The Obama administration agreed with the idea of commercial launch services, but it did not explicitly embrace the "flexible path" approach to deep space exploration suggested by the panel, focusing instead on development of enabling technologies and somewhat vague long-range goals.

The result, administration officials said, was an affordable, more sustainable space program.

The new commitment to development of a heavy lifter may defuse at least some of the outside criticism. But the benefits of using a scaled-down version of Orion for space station crew escape are not as clear. Seats purchased on Russian Soyuz rockets include launch and landing and the capsules remain docked at the station throughout a crew's stay, available as emergency lifeboats if needed.

Former NASA Administrator Mike Griffin, chief architect of the Constellation program and a signer of the open letter to the president, said in an email "the people who are offering this plan are flailing."

Launching the capsules atop unmanned rockets would eliminate the need for complex abort systems, he said, but even unmanned rockets are expensive, the capsules would need an autonomous rendezvous and docking capability and they would have to be periodically replaced.

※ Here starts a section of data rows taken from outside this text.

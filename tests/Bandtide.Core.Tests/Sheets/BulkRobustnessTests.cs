using System.Text;
using Bandtide.Core.Bands;
using Bandtide.Core.Sheets;
using CsCheck;

namespace Bandtide.Core.Tests.Sheets;

/// <summary>Bodies of many days with things that go wrong, made by damaging good ones.</summary>
public sealed class BulkRobustnessTests
{
    private const string Header = "date,hour,band,sweeps,occupancy,level,level_p90\n";

    private static readonly string[] Pieces =
    [
        "\n", "\r\n", "\"", "\"\"", ",", ",,", "NaN", "1e400", "-", "2026-01-01", "2026-01-02", "bc-49m", "\0", "\uFEFF", "é", "{", "}", "[", "]", ":",
        "null", "\"cells\":[", "\"date\":\"2026-01-03\"", "{}\n", "\\u0000", "999999999999999999999", "[[[[[[[[[[[[[[[[[[[",
    ];

    private static readonly Gen<(int At, int Delete, byte[] Insert)> Damage = Gen.Select(
        Gen.Int[0, 100_000], Gen.Int[0, 12], Gen.OneOf(Gen.Int[0, Pieces.Length - 1].Select(n => Encoding.UTF8.GetBytes(Pieces[n])), Gen.Byte.Array[0, 3]));

    private static readonly Gen<byte[]> CsvBody = Damaged(Csv);
    private static readonly Gen<byte[]> JsonBody = Damaged(Json);

    [Fact]
    public void Damaged_bodies_never_throw_and_every_day_is_a_sheet_or_has_problems() =>
        Gen.Select(CsvBody, JsonBody).Sample((csv, json) =>
        {
            AssertSound(Read(new BulkCsvReader(SheetSamples.Context), csv, csv.Length));
            AssertSound(Read(new BulkJsonReader(SheetSamples.Context), json, json.Length));
        }, iter: 2_000);

    [Fact]
    public void Damaged_bodies_of_one_day_never_throw() => Gen.Select(CsvBody, JsonBody).Sample((csv, json) =>
    {
        var date = new DateOnly(2026, 1, 1);
        foreach (var reading in new[] { DaySheetCsv.Read(csv, date, SheetSamples.Context), DaySheetJson.Read(json, date, SheetSamples.Context) })
        {
            Assert.Equal(reading.Sheet is null, reading.Problems.Count is > 0 and <= 100);
        }
    }, iter: 2_000);

    [Fact]
    public void Where_a_damaged_body_is_cut_changes_nothing() =>
        Gen.Select(CsvBody, JsonBody, Gen.Int[1, 40]).Sample((csv, json, piece) =>
        {
            Assert.Equal(Told(new BulkCsvReader(SheetSamples.Context), csv, csv.Length), Told(new BulkCsvReader(SheetSamples.Context), csv, piece));
            Assert.Equal(Told(new BulkJsonReader(SheetSamples.Context), json, json.Length), Told(new BulkJsonReader(SheetSamples.Context), json, piece));
        }, iter: 1_000);

    [Fact]
    public void Cutting_a_body_at_each_single_place_changes_nothing()
    {
        var body = Encoding.UTF8.GetBytes("\uFEFF" + Header.Replace("\n", "\r\n", StringComparison.Ordinal)
            + "2026-01-01,0,bc-49m,1,0,,\r\n2026-01-01,1,\"bc-49m\",1,0,,\r\n2026-01-02,0,b\"c,1,0,,\r\n\r\n\"2026-01-03\",0,bc-49m,1,\"0\",,\n2026-01-04,0,bc-49m,\"1,0,,\n");
        var whole = Told(new BulkCsvReader(SheetSamples.Context), body, body.Length);
        for (var cut = 1; cut < body.Length; cut++)
        {
            var (reader, days) = (new BulkCsvReader(SheetSamples.Context), new List<BulkDay>());
            reader.Feed(body.AsSpan(0, cut), days);
            reader.Feed(body.AsSpan(cut), days);
            reader.Finish(endedProperly: true, days);
            Assert.Equal(whole, Told(reader, days));
        }
    }

    // Whatever stands in a row behind its date, the days of other rows are as they were; or reading ended at an open quote.
    [Fact]
    public void A_damaged_row_refuses_its_own_day_and_no_other() =>
        Gen.Select(Gen.Int[0, 8], SheetSamples.OneOf("\"", "\"\"", "x\"", ",", "", "NaN", "1,5", "\0", "é", "\"a\"b", "bc-49m,1,0,,,,").Array[0, 5].Select(string.Concat), Gen.Bool)
            .Sample((damaged, rest, dateLast) =>
            {
                var rows = Enumerable.Range(0, 9).Select(n => (Date: $"2026-01-0{n / 3 + 1}", Tail: n == damaged ? rest : $"{n % 3},bc-49m,1,0,,")).ToArray();
                var text = dateLast
                    ? "hour,band,sweeps,occupancy,level,level_p90,date\n" + string.Concat(rows.Select(row => $"{row.Tail},{row.Date}\n"))
                    : Header + string.Concat(rows.Select(row => $"{row.Date},{row.Tail}\n"));
                var days = Read(new BulkCsvReader(SheetSamples.Context), Encoding.UTF8.GetBytes(text), 50);
                var isUnclosed = days[^1].Reading.Problems.Any(problem => problem.Rule is SheetRule.QuoteUnclosed);
                for (var n = 0; n < 3; n++)
                {
                    var own = days.Where(day => day.Date == new DateOnly(2026, 1, n + 1)).ToArray();
                    if (n == damaged / 3 || (isUnclosed && n > damaged / 3))
                    {
                        Assert.All(own, day => Assert.True(day.Reading.Sheet is null || day.Reading.Sheet.Cells.Count == 3));
                    }
                    else
                    {
                        Assert.Equal(3, Assert.Single(own).Reading.Sheet?.Cells.Count);
                    }
                }
            }, iter: 2_000);

    private static Gen<byte[]> Damaged(Func<CellGrid[], byte[]> write) =>
        Gen.Select(SheetSamples.Grid.Array[1, 3], Damage.Array[0, 4]).Select((grids, damages) =>
        {
            var body = new List<byte>(write(grids));
            foreach (var (at, delete, insert) in damages)
            {
                var place = at % (body.Count + 1);
                body.RemoveRange(place, Math.Min(delete, body.Count - place));
                body.InsertRange(place, insert);
            }

            return body.ToArray();
        });

    private static byte[] Csv(CellGrid[] grids)
    {
        var writer = new System.Buffers.ArrayBufferWriter<byte>();
        DaySheetCsv.WriteHeader(writer, withDate: true);
        for (var n = 0; n < grids.Length; n++)
        {
            DaySheetCsv.WriteRows(writer, new(new(2026, 1, 1 + n), grids[n]), BandPlan.Standard);
        }

        return writer.WrittenSpan.ToArray();
    }

    private static byte[] Json(CellGrid[] grids)
    {
        var writer = new System.Buffers.ArrayBufferWriter<byte>();
        for (var n = 0; n < grids.Length; n++)
        {
            DaySheetJson.Write(writer, new(new(2026, 1, 1 + n), grids[n]), BandPlan.Standard);
            System.Buffers.BuffersExtensions.Write(writer, "\n"u8);
        }

        return writer.WrittenSpan.ToArray();
    }

    private static void AssertSound(List<BulkDay> days) => Assert.All(days, day =>
    {
        Assert.Equal(day.Reading.Sheet is null, day.Reading.Problems.Count is > 0 and <= 100);
        Assert.True(day.Reading.Sheet is null || day.Reading.Sheet.Date == day.Date);
        Assert.All(day.Reading.Problems, problem => Assert.True(problem.Line >= 0 && problem.Rule.Length > 0 && problem.Message.Length is > 0 and < 300));
    });

    private static List<BulkDay> Read(IBulkReader reader, byte[] body, int piece)
    {
        var days = new List<BulkDay>();
        foreach (var part in body.Chunk(Math.Max(1, piece)))
        {
            reader.Feed(part, days);
        }

        reader.Finish(endedProperly: true, days);
        return days;
    }

    private static string Told(IBulkReader reader, byte[] body, int piece) => Told(reader, Read(reader, body, piece));

    private static string Told(IBulkReader reader, List<BulkDay> days) => string.Join('\n', reader.HeaderProblems.Select(problem => problem.ToString()).Concat(days.Select(day =>
        $"{day.DateText} {day.Date} {day.Bytes} {string.Join('|', day.Reading.Problems)} {string.Join('|', day.Reading.Warnings)} "
        + (day.Reading.Sheet is { } sheet ? SheetChecksum.Compute(sheet.Cells, BandPlan.Standard) : "refused"))));
}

"The proposed 'Orion Lite' vehicles will not carry crew to the ISS," Griffin said. "Indeed, the first time they carry crew will be in an emergency. So we will need to replace them periodically to ensure that a fresh vehicle is available. ... Through all this we will have to continue to pay the Russians for crew transfer services until and unless commercial capability emerges.

"In the end, this seems like an expensive proposition that makes simply continuing to use the Russians for crew rescue look like a bargain."